**How to complete this task**: Going through the data below, copy out each line where the word "COMMANDS" shows up.

[Records contained in a dataset]
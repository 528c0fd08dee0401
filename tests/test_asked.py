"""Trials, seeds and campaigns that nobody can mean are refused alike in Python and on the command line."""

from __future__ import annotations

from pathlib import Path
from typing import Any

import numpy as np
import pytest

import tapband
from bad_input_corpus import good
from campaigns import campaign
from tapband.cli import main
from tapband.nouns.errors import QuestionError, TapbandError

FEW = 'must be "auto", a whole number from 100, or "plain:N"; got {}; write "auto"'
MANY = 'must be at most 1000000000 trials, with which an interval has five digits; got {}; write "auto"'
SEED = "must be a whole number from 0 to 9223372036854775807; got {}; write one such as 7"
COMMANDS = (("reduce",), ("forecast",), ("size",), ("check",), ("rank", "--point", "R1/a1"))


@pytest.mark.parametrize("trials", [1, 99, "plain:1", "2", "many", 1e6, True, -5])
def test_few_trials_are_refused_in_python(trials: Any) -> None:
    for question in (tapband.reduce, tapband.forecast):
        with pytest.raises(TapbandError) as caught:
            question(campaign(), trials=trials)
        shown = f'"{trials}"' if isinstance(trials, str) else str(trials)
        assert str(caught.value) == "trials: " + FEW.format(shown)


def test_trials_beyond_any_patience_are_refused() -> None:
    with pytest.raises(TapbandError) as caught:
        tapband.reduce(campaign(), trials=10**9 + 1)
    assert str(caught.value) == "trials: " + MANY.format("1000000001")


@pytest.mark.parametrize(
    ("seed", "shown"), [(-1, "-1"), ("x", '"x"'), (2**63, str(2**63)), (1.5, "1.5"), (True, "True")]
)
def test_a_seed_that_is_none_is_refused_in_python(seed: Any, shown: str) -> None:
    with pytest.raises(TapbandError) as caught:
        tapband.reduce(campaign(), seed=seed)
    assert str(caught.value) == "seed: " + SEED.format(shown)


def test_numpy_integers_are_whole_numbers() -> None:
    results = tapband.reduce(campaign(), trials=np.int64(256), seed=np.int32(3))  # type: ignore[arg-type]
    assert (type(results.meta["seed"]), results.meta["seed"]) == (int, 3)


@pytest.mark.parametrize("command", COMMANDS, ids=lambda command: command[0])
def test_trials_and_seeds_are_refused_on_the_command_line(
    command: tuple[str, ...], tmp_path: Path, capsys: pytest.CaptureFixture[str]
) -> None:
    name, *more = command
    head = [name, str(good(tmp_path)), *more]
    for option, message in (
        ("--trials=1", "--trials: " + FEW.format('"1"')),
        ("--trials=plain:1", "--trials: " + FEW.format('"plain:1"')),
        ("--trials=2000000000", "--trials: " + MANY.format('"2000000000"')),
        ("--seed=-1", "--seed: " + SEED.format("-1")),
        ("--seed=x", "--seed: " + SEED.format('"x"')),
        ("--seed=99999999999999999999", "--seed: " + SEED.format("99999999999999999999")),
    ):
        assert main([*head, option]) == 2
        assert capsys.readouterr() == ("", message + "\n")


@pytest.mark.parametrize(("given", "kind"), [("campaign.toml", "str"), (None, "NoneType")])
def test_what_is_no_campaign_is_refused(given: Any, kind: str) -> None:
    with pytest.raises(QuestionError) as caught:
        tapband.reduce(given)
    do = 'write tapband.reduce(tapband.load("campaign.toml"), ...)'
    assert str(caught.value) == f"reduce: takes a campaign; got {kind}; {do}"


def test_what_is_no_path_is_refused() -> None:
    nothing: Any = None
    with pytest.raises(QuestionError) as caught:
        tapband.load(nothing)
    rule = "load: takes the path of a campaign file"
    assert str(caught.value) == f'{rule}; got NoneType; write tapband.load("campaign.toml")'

**Answer to this task**:
COMMANDS = (("reduce",), ("forecast",), ("size",), ("check",), ("rank", "--point", "R1/a1"))
@pytest.mark.parametrize("command", COMMANDS, ids=lambda command: command[0])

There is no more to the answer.